SUNEZ:   You didn’t use MPC and let it go.  Why is it crucial to Hip Hop?

WOODENCHAINZ:   Just cuz I don’t use it doesn’t mean I don’t respect it and know.  It takes skill to use it.  Just like anything else you gotta get it, learn it, then you can do it.  Some of my peoples that use it like my peoples Crucial the Guillotine from Noble Scity and he’s nice on the MPC.  The one thing I think the MPC holds over computer based software is when you program your drums on the MPC you can get a pattern cuz you essentially play them live.  The patterns are just—they just got this life to them.
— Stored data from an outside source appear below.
import type { Metadata } from 'next';
import Link from 'next/link';
import { getTranslations } from 'next-intl/server';
import { AcceptInvitationForm } from '@/components/auth/accept-invitation-form';
import { invitationTokenSchema } from '@/lib/schemas/auth';
import { previewInvitation, type InvitationStatus } from '@/lib/data/invitations';

export const metadata: Metadata = { title: 'Invitation', referrer: 'no-referrer' };

const statusKey: Record<Exclude<InvitationStatus, 'valid'>, string> = {
  invalid: 'inviteInvalid',
  expired: 'inviteExpired',
  used: 'inviteUsed',
  revoked: 'inviteRevoked',
};

/** Public: the token in the path is the proof. A forged, expired, used or withdrawn link says so plainly. */
export default async function InvitationPage({ params }: { params: Promise<{ token: string }> }) {
  const { token } = await params;
  const t = await getTranslations('auth');
  const tw = await getTranslations('workspace');
  const parsed = invitationTokenSchema.safeParse(token);
  const preview = parsed.success ? await previewInvitation(parsed.data) : { status: 'invalid' as const };
  return (
    <main id="main" className="mx-auto max-w-2xl px-6 py-10">
      <h1 className="text-2xl font-bold text-frost-strong">{t('inviteTitle')}</h1>
      {preview.status === 'valid' ? (
        <>
          <p className="mt-3">
            {t('inviteValid', { organisation: preview.organisationName ?? '', role: tw(`roles.${preview.role ?? 'council'}`), email: preview.email ?? '' })}
          </p>
          <div className="mt-4">
            <AcceptInvitationForm token={token} />
          </div>
        </>
      ) : (
        <>
          <p role="alert" className="mt-3 rounded bg-rust-pale px-3 py-2 text-rust">{t(statusKey[preview.status])}</p>
          <Link href="/sign-in" className="mt-6 inline-block text-frost underline">{t('backToSignIn')}</Link>
        </>
      )}
    </main>
  );
}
You could make them sound like a real drummer.  You can do that on the computer, I guess, but it’s not the same when snapping shit to a grid on a computer program or whatever.  Seeing somebody work with the MPC is just different.  There’s an element of life to it especially the drums.  It’s essential to Hip Hop.
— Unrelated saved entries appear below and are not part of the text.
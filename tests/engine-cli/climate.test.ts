/**
 * The `climate` command through the real CLI (`npm run --silent engine -- climate`), as the engine
 * contract (docs/engine-contract.md) specifies: JSON in on stdin, JSON out on stdout; bad input
 * exits 2 with one line naming the field on stderr and nothing on stdout.
 */
import { spawnSync } from 'node:child_process';
import path from 'node:path';
import { describe, expect, it } from 'vitest';

const root = path.resolve(__dirname, '..', '..');

function runCli(input: string) {
  const r = spawnSync('npm', ['run', '--silent', 'engine', '--', 'climate'], { cwd: root, input, encoding: 'utf8', timeout: 60_000 });
  return { status: r.status, stdout: r.stdout, stderr: r.stderr };
}

describe('engine CLI: climate', () => {
  it('good input: years 1850–2100 and global_warming_c, exit 0', () => {
    const r = runCli(JSON.stringify({ scenario: 'SSP2-4.5', permafrost_carbon_feedback: false }));
    expect(r.status).toBe(0);
    const out = JSON.parse(r.stdout) as { years: number[]; global_warming_c: number[] };
    expect(out.years).toHaveLength(251);
    expect(out.years[0]).toBe(1850);
    expect(out.years[250]).toBe(2100);
    expect(out.global_warming_c).toHaveLength(251);
    // IPCC AR6 WG1 Table SPM.1, SSP2-4.5 2081–2100: very likely 2.1–3.5 °C.
    const late = out.global_warming_c.slice(2081 - 1850).reduce((a, b) => a + b, 0) / 20;
    expect(late).toBeGreaterThanOrEqual(2.1);
    expect(late).toBeLessThanOrEqual(3.5);
  });

  it('unknown scenario: exit 2, nothing on stdout, one line on stderr naming the field', () => {
    const r = runCli(JSON.stringify({ scenario: 'RCP8.5' }));
    expect(r.status).toBe(2);
    expect(r.stdout).toBe('');
    const lines = r.stderr.trim().split('\n');
    expect(lines).toHaveLength(1);
    expect(lines[0]).toMatch(/^scenario: must be one of /);
  });

  it('wrong type of the feedback flag: exit 2, nothing on stdout, one line on stderr naming the field', () => {
    const r = runCli(JSON.stringify({ scenario: 'SSP1-2.6', permafrost_carbon_feedback: 1 }));
    expect(r.status).toBe(2);
    expect(r.stdout).toBe('');
    const lines = r.stderr.trim().split('\n');
    expect(lines).toHaveLength(1);
    expect(lines[0]).toMatch(/^permafrost_carbon_feedback: /);
  });
});
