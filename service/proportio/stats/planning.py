"""Plan two-group comparisons of rates: sample size, power and minimum detectable effect.

The planner answers three questions for a comparison of a treatment rate ``p_t`` with a control
rate ``p_c`` by a normal-approximation test of the difference ``d = p_t - p_c``:

* how many trials are needed (``solve_for="sample-size"``, the default),
* what power given sizes have (``solve_for="power"``),
* what effect given sizes detect (``solve_for="effect"``).

All three are answered from one power function per design, so the answers are mutually
consistent: the size solved for a power reaches that power, and the effect solved for a size
needs at most that size.

Power model
-----------
With ``n_c`` and ``n_t`` trials, the estimated difference is taken as normal with mean ``d`` and
standard deviation ``sd1 = sqrt(p_c (1 - p_c) / n_c + p_t (1 - p_t) / n_t)`` (the variance under
the alternative).  A test of ``H0: d = d0`` rejects when the estimate lies beyond
``d0 +/- (z * sd0 + cc)``, where ``sd0`` is the standard deviation used by the test under the null,
``z`` the normal critical value and ``cc`` the continuity correction (zero unless requested):

* ``method="z-unpooled"``: ``sd0 = sd1`` (Chow, Shao & Wang 2008, ch. 4).
* ``method="z-pooled"``: ``sd0`` is evaluated at the rates that maximise the likelihood under the
  null restriction ``p_t - p_c = d0``, taking the planned rates as the data.  For ``d0 = 0`` these
  are both the pooled rate ``(n_c p_c + n_t p_t) / (n_c + n_t)`` -- the classic pooled-variance
  formula (Fleiss, Levin & Paik 2003, ch. 4).  For the non-zero null differences of the
  non-inferiority and equivalence designs the pooled rate is not a null estimate, and the
  restricted maximum-likelihood rates of Farrington & Manning (1990) are used instead (the score
  test of Miettinen & Nurminen 1985 without its ``N / (N - 1)`` factor).
* ``continuity_correction=True``: ``cc = (1 / n_c + 1 / n_t) / 2``, the Fleiss correction.  For a
  superiority design, solving the resulting power equation for the size gives exactly the
  closed form of Fleiss, Tytun & Ury (1980),
  ``n_c' = n_c / 4 * (1 + sqrt(1 + 2 (r + 1) / (r n_c |d|)))**2``, where ``n_c`` is the
  uncorrected size and ``r = n_t / n_c``; for ``r = 1`` this is
  ``n / 4 * (1 + sqrt(1 + 4 / (n |d|)))**2``.  For the non-inferiority and equivalence designs the
  same shift is applied to each one-sided boundary (an extension; a warning says so).

Designs
-------
superiority
    ``H0: d = 0``.  ``alternative="two-sided"`` tests at ``alpha / 2`` per side; ``"greater"`` and
    ``"less"`` are one-sided at ``alpha``.  The expected rate must differ from the baseline.
non-inferiority
    One-sided at ``alpha`` with ``margin > 0`` on the difference scale.  ``"greater"`` (higher rates
    are better, e.g. a success rate): ``H0: d <= -margin`` vs ``H1: d > -margin``.  ``"less"``
    (lower rates are better, e.g. an error rate): ``H0: d >= margin`` vs ``H1: d < margin``.
    ``"two-sided"`` (the default of ``alternative``) is read as ``"greater"`` at one-sided
    ``alpha`` and a warning says so.  The expected rate may equal the baseline (the usual case).
equivalence
    Two one-sided tests (Schuirmann 1987), each at ``alpha``, of ``H0: |d| >= margin``; requires
    ``|expected d| < margin``.  Power is the normal-approximation probability that both tests
    reject (Chow, Shao & Wang 2008, ch. 4).  ``alternative`` must be ``"two-sided"``.
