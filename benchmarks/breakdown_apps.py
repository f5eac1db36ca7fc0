"""The service with one part of a request's cost taken away: where the gap to the bare endpoint lies.

``python benchmarks/run_all.py --only http --breakdown`` serves these beside the service and the bare
endpoint (benchmarks/bare_app.py) and prints their throughput against the bare one. They are diagnostics,
never served for real:

statistics_memoised  the whole service, but /v1/tests answers a request it has seen before from a memo
                     instead of computing it (the benchmark sends one body), so its ratio is the one the
                     service would have with statistics that cost nothing: validation, dump, JSON, request
                     id, headers, metrics and the access log line remain.
without_hooks        the whole service without its before- and after-request hooks (request id, bearer
                     check, security headers, metrics, access log line); statistics, validation and dump
                     remain.

Both answer /v1/tests with the same JSON as the service (tests/unit/test_benchmarks_smoke.py).
"""

from __future__ import annotations

from proportio import operations
from proportio.api import create_app


def statistics_memoised():
    """The service, answering a /v1/tests request it has answered before from a memo."""
    app = create_app()
    compute = operations.run_test
    memo: dict[str, object] = {}

    def run_test(data: dict):
        key = repr(data)
        found = memo.get(key)
        if found is None:
            if len(memo) > 1_000:
                memo.clear()
            found = memo[key] = compute(data)
        return found

    operations.run_test = run_test  # the view looks it up on every call
    return app


def without_hooks():
    """The service without its request hooks (id, auth, headers, metrics, access log)."""
    app = create_app()
    app.before_request_funcs = {}
    app.after_request_funcs = {}
    return app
SUNEZ:  How’d u move on from the MPC?

WOODENCHAINZ:  I had a pirated version of Sony Acid Pro 3 and then I had Fruity Loops 3.  It became such a wild factor when they found out 9th Wonder uses Fruity Loops.  Half of the people view Fruity Loops as some serious software and then half of the people— maybe because of the name—they think it’s a toy.  But I only used Fruity Loops to make drums.  There’s a dope little feature in there where you could take a single drum, kick or a snare. And you could open up all the properties for it. Like you could manipulate just the pitch of that drum.  You could put effects just on that drum.  At that time you might have been able to do that in Acid Pro.  I gotta hold of that and found out I could chop loops and even single notes with ease.  It was over.  I was amazed.  Now I don’t have to rhyme over one loop?!! It was like winning the lottery.  From there finding out little elements of the program figuring out how to do this, how to do that.  To this day when you hear Sophisticated Movement, [Kevlaar 7’s] Die Ageless and any other work of mine it has been created in Sony Acid Pro in some form.  I’m on Acid 7 now which I record with.  For a lot of people Pro Tools is the standard and probably will always be.  It’s kind of a pain in the ass cuz I don’t use Pro Tools as I’m so proficient in Acid Pro I basically do everything in that.  I know Pro Tools but I don’t run it so when I exchange sessions with someone it gets tedious.  I have to go through it and render out each wave of the project, zip it up in a folder and send it to them.  Then have them do that for me.  When you get past that it’s all the same really.

 

A BEAUTIFUL VIEW

A Beautiful View LP

“They say he’s really doing something and children gather up when a story gets told…”

–“ Pamphlets”

 A Beautiful View is a producer’s album where a leading instrument is Woodenchainz as the primary MC.  His gifts are not in feats of vocal dexterity or charismatic exuberance.  Yet, it is one of dexterous exuberance, where there is glory in the story of just everyday trials.  To appreciate a struggle is to just let your ears gaze into the haze of introspection and the exuberance of truly relatable detail that Woodenchainz offers.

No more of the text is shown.